**What to produce:** Considering only lines that hold the word "force", report how many there are in the listing below, as a single number.
#####
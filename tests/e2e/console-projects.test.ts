/// <reference lib="dom" />
import { mkdirSync, mkdtempSync, readFileSync, rmSync } from 'node:fs';
import { tmpdir } from 'node:os';
import path from 'node:path';
import { chromium, type BrowserContext, type Page } from 'playwright-core';
import { afterAll, beforeAll, describe, expect, it } from 'vitest';
import { DEMO_PASSWORD, signIn } from './console-session.js';
import { startServerProcess, type ServerProcess } from './server-process.js';

const CHROMIUM = process.env.CHROMIUM_PATH ?? '/usr/bin/chromium';
const SCREENSHOTS = path.resolve('tests/e2e/screenshots'); // git-ignored
const DEMO_PROJECT = 'Saltmarsh Cottage staircase'; // api/db/demo-data.ts

const dataDir = mkdtempSync(path.join(tmpdir(), 'treadwise-e2e-projects-'));
let server: ServerProcess;
const contexts: BrowserContext[] = [];
const profileDirs: string[] = [];

/** A fresh browser profile per user, so one user's stored sign-in never leaks into another's test. */
async function freshPage(width = 1280): Promise<Page> {
  const profileDir = mkdtempSync(path.join(tmpdir(), 'treadwise-chromium-'));
  profileDirs.push(profileDir);
  const context = await chromium.launchPersistentContext(profileDir, {
    executablePath: CHROMIUM,
    headless: true,
    acceptDownloads: true,
    viewport: { width, height: 800 },
    args: ['--headless', '--no-sandbox', '--disable-gpu', '--disable-quic', '--no-first-run', '--disable-background-networking', '--disable-component-update', '--disable-sync'],
  });
  contexts.push(context);
  return context.newPage();
}

/** Opens the demo project's main stair from the projects list, as a user would. */
async function openDemoStair(page: Page): Promise<void> {
  await page.waitForSelector('[data-testid="project-list"]', { timeout: 15_000 });
  await page.fill('[data-testid="project-search"]', 'saltmarsh');
  await page.click(`[data-testid="project-link"]:has-text("${DEMO_PROJECT}")`);
  await page.waitForSelector('[data-testid="stair-list"]', { timeout: 15_000 });
  await page.click('[data-testid="stair-link"]:has-text("Main stair")');
  await page.waitForSelector('[data-testid="side-view"]', { timeout: 15_000 });
}

const checkStatus = (page: Page, id: string) => page.locator(`[data-testid="check"]:has(strong:text-is("${id}"))`).getAttribute('data-status');

beforeAll(async () => {
  server = await startServerProcess({ DATA_DIR: dataDir });
  mkdirSync(SCREENSHOTS, { recursive: true });
});

afterAll(async () => {
  for (const context of contexts) await context.close();
  await server?.stop();
  rmSync(dataDir, { recursive: true, force: true });
  for (const dir of profileDirs) rmSync(dir, { recursive: true, force: true });
});

describe('the projects screens in Chromium', () => {
  it('lets the estimator run the demo stair, read the estimate, re-run it, break and fix a check, and download the PDF', async () => {
    const page = await freshPage();
    await page.goto(`${server.url}/projects`, { waitUntil: 'networkidle' });
    await signIn(page, 'theo@harborlane.test'); // demo-scenario.md: Harbor Lane's estimator
    await openDemoStair(page);
    expect(await page.locator('[data-testid="lit-tread"]').count()).toBe(12); // the demo stair's 12 treads
    await page.screenshot({ path: path.join(SCREENSHOTS, 'stair-editor-desktop.png'), fullPage: true });

    await page.click('[data-testid="run-stair"]');
    await page.waitForSelector('[data-testid="totals"]', { timeout: 30_000 });
    expect(new URL(page.url()).pathname).toMatch(/^\/projects\/estimates\/[0-9a-f-]{36}$/);
    const totals = await page.locator('[data-testid="totals"]').innerText();
    expect(totals).toContain('12 of 12'); // lit treads
    expect(totals).toContain('EUR'); // priced from Harbor Lane's stored catalog
    expect(await page.locator('[data-testid="check"]').count()).toBeGreaterThan(5);
    expect(await checkStatus(page, 'strip-fits-tread')).toBe('pass');
    expect(await page.locator('[data-testid="cautions"] li').count()).toBeGreaterThan(0);
    expect(await page.locator('[data-testid="drop-chart"] [data-testid="bar"]').count()).toBe(12);
    await page.screenshot({ path: path.join(SCREENSHOTS, 'estimate-desktop.png'), fullPage: true });
    await page.locator('.tw-charts').screenshot({ path: path.join(SCREENSHOTS, 'estimate-charts.png') });
    await page.locator('[data-testid="reel-plan"]').screenshot({ path: path.join(SCREENSHOTS, 'estimate-reels.png') });
    await page.locator('[data-testid="bom"]').screenshot({ path: path.join(SCREENSHOTS, 'estimate-bom.png') });
    const firstEstimate = page.url();

    await page.click('[data-testid="rerun"]');
    const changes = page.locator('[data-testid="rerun-changes"]');
    await changes.waitFor({ timeout: 30_000 });
    expect(await changes.innerText()).toContain('nothing changed'); // same engine, same catalog
    expect(page.url()).not.toBe(firstEstimate); // the address names the new estimate

    // A cut pitch longer than the tread leaves no whole piece to fit: the strip check fails.
    await page.click('a:has-text("The stair")');
    await page.waitForSelector('[data-testid="field-cutPitchMm"]', { timeout: 15_000 });
    await page.fill('[data-testid="field-cutPitchMm"]', '1000');
    await page.click('[data-testid="run-stair"]');
    await page.waitForSelector('[data-testid="totals"]', { timeout: 30_000 });
    expect(await checkStatus(page, 'strip-fits-tread')).toBe('fail');
    expect(await page.locator('[data-testid="check"][data-status="fail"] [data-testid="suggestion"]').count()).toBeGreaterThan(0);
    await page.screenshot({ path: path.join(SCREENSHOTS, 'estimate-failed-check.png'), fullPage: true });

    await page.click('a:has-text("The stair")');
    await page.waitForSelector('[data-testid="field-cutPitchMm"]', { timeout: 15_000 });
    await page.fill('[data-testid="field-cutPitchMm"]', '50');
    await page.click('[data-testid="run-stair"]');
    await page.waitForSelector('[data-testid="totals"]', { timeout: 30_000 });
    expect(await checkStatus(page, 'strip-fits-tread')).toBe('pass');

    const [download] = await Promise.all([page.waitForEvent('download', { timeout: 30_000 }), page.click('[data-testid="download-document.pdf"]')]);
    expect(download.suggestedFilename()).toMatch(/^saltmarsh-cottage-staircase-main-stair-estimate-\d{4}-\d{2}-\d{2}\.pdf$/);
    const saved = await download.path();
    expect(readFileSync(saved!).subarray(0, 5).toString()).toBe('%PDF-');

    await page.setViewportSize({ width: 360, height: 800 }); // a phone: wide tables scroll inside their frames
    await page.waitForTimeout(300); // the layout settles after the resize (not a timed assertion)
    const overflow = await page.evaluate(() => document.documentElement.scrollWidth - document.documentElement.clientWidth);
    expect(overflow).toBeLessThanOrEqual(0);
    await page.screenshot({ path: path.join(SCREENSHOTS, 'estimate-phone.png'), fullPage: true });
  });

  it('lets the estimator start a project, add a stair, compare kits and run it', async () => {
    const page = await freshPage();
    await page.goto(`${server.url}/projects`, { waitUntil: 'networkidle' });
    await signIn(page, 'theo@harborlane.test');
    await page.click('[data-testid="create-project"]');
    await page.fill('[data-testid="project-name"]', 'Alder Row, house 7'); // demo-scenario.md
    await page.click('[data-testid="project-create-submit"]');
    await page.waitForSelector('[data-testid="stairs-empty"]', { timeout: 15_000 });
    expect(await page.locator('[data-testid="project-title"]').innerText()).toBe('Alder Row, house 7');

    await page.click('[data-testid="create-stair"]');
    await page.waitForSelector('[data-testid="side-view"]', { timeout: 15_000 });
    await page.fill('[data-testid="stair-name"]', 'Townhouse stair');
    await page.click('[data-testid="save-stair"]');
    await page.waitForSelector('[data-testid="run-stair"]', { timeout: 15_000 }); // saved: now it can run
    expect(new URL(page.url()).pathname).toMatch(/^\/projects\/[0-9a-f-]{36}\/stairs\/[0-9a-f-]{36}$/);

    await page.click('[data-testid="show-options"]');
    await page.waitForSelector('[data-testid="kit"]', { timeout: 30_000 });
    expect(await page.locator('[data-testid="kit"]').count()).toBeGreaterThan(0);
    expect(await page.locator('[data-testid="kit"]').first().innerText()).toContain('€');
    await page.screenshot({ path: path.join(SCREENSHOTS, 'kit-options-desktop.png'), fullPage: true });

    await page.click('[data-testid="run-stair"]');
    await page.waitForSelector('[data-testid="totals"]', { timeout: 30_000 });
    expect(await page.locator('[data-testid="totals"]').innerText()).toContain('14 of 14'); // the new stair's 14 treads
  });

  it('shows a viewer the stair and its estimates on a phone, with no save or run', async () => {
    const page = await freshPage(360);
    await page.goto(`${server.url}/projects`, { waitUntil: 'networkidle' });
    await signIn(page, 'ines@harborlane.test'); // demo-scenario.md: Harbor Lane's viewer
    expect(await page.locator('[data-testid="create-project"]').count()).toBe(0);
    await openDemoStair(page);
    expect(await page.locator('[data-testid="save-stair"]').count()).toBe(0);
    expect(await page.locator('[data-testid="run-stair"]').count()).toBe(0);
    expect(await page.locator('[data-testid="field-treads"]').isDisabled()).toBe(true);
    expect(await page.locator('[data-testid="add-flight"]').count()).toBe(0);
    const overflow = await page.evaluate(() => document.documentElement.scrollWidth - document.documentElement.clientWidth);
    expect(overflow).toBeLessThanOrEqual(0); // nothing wider than the phone
    await page.screenshot({ path: path.join(SCREENSHOTS, 'stair-viewer-phone.png'), fullPage: true });
  });

  it('checks a catalog file with a bad row and imports nothing', async () => {
    const signedIn = await fetch(`${server.url}/v1/auth/sign-in`, {
      method: 'POST',
      headers: { 'content-type': 'application/json' },
      body: JSON.stringify({ email: 'mira@harborlane.test', password: DEMO_PASSWORD }),
    });
    const { accessToken } = (await signedIn.json()) as { accessToken: string };
    const exported = await (await fetch(`${server.url}/v1/catalog/export`, { headers: { authorization: `Bearer ${accessToken}` } })).text();
    const header = exported.replace(/^\uFEFF/, '').split(/\r?\n/)[0]!.split(',');
    // A driver without its voltage or rating: the report names that line.
    const bad = header.map((column) => (column === 'sku' ? 'HL-D24-BAD' : column === 'kind' ? 'driver' : '')).join(',');
    const file = `${exported.trimEnd()}\r\n${bad}\r\n`;
    const badLine = file.replace(/^\uFEFF/, '').trimEnd().split(/\r?\n/).length;

    const page = await freshPage(360);
    await page.goto(`${server.url}/catalog`, { waitUntil: 'networkidle' });
    await signIn(page, 'mira@harborlane.test'); // demo-scenario.md: Harbor Lane's admin
    await page.waitForSelector('[data-testid="catalog-table"]', { timeout: 15_000 });
    await page.screenshot({ path: path.join(SCREENSHOTS, 'catalog-phone.png'), fullPage: true });
    await page.setInputFiles('[data-testid="catalog-file"]', { name: 'harbor-lane.csv', mimeType: 'text/csv', buffer: Buffer.from(file) });
    const errors = page.locator('[data-testid="import-errors"]');
    await errors.waitFor({ timeout: 15_000 });
    expect(await errors.locator('tbody tr').first().locator('td').first().innerText()).toBe(String(badLine));
    expect(await page.locator('[data-testid="import-confirm"]').count()).toBe(0);
    await page.screenshot({ path: path.join(SCREENSHOTS, 'catalog-report-phone.png'), fullPage: true });
  });
});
#####
**Task solution:** 2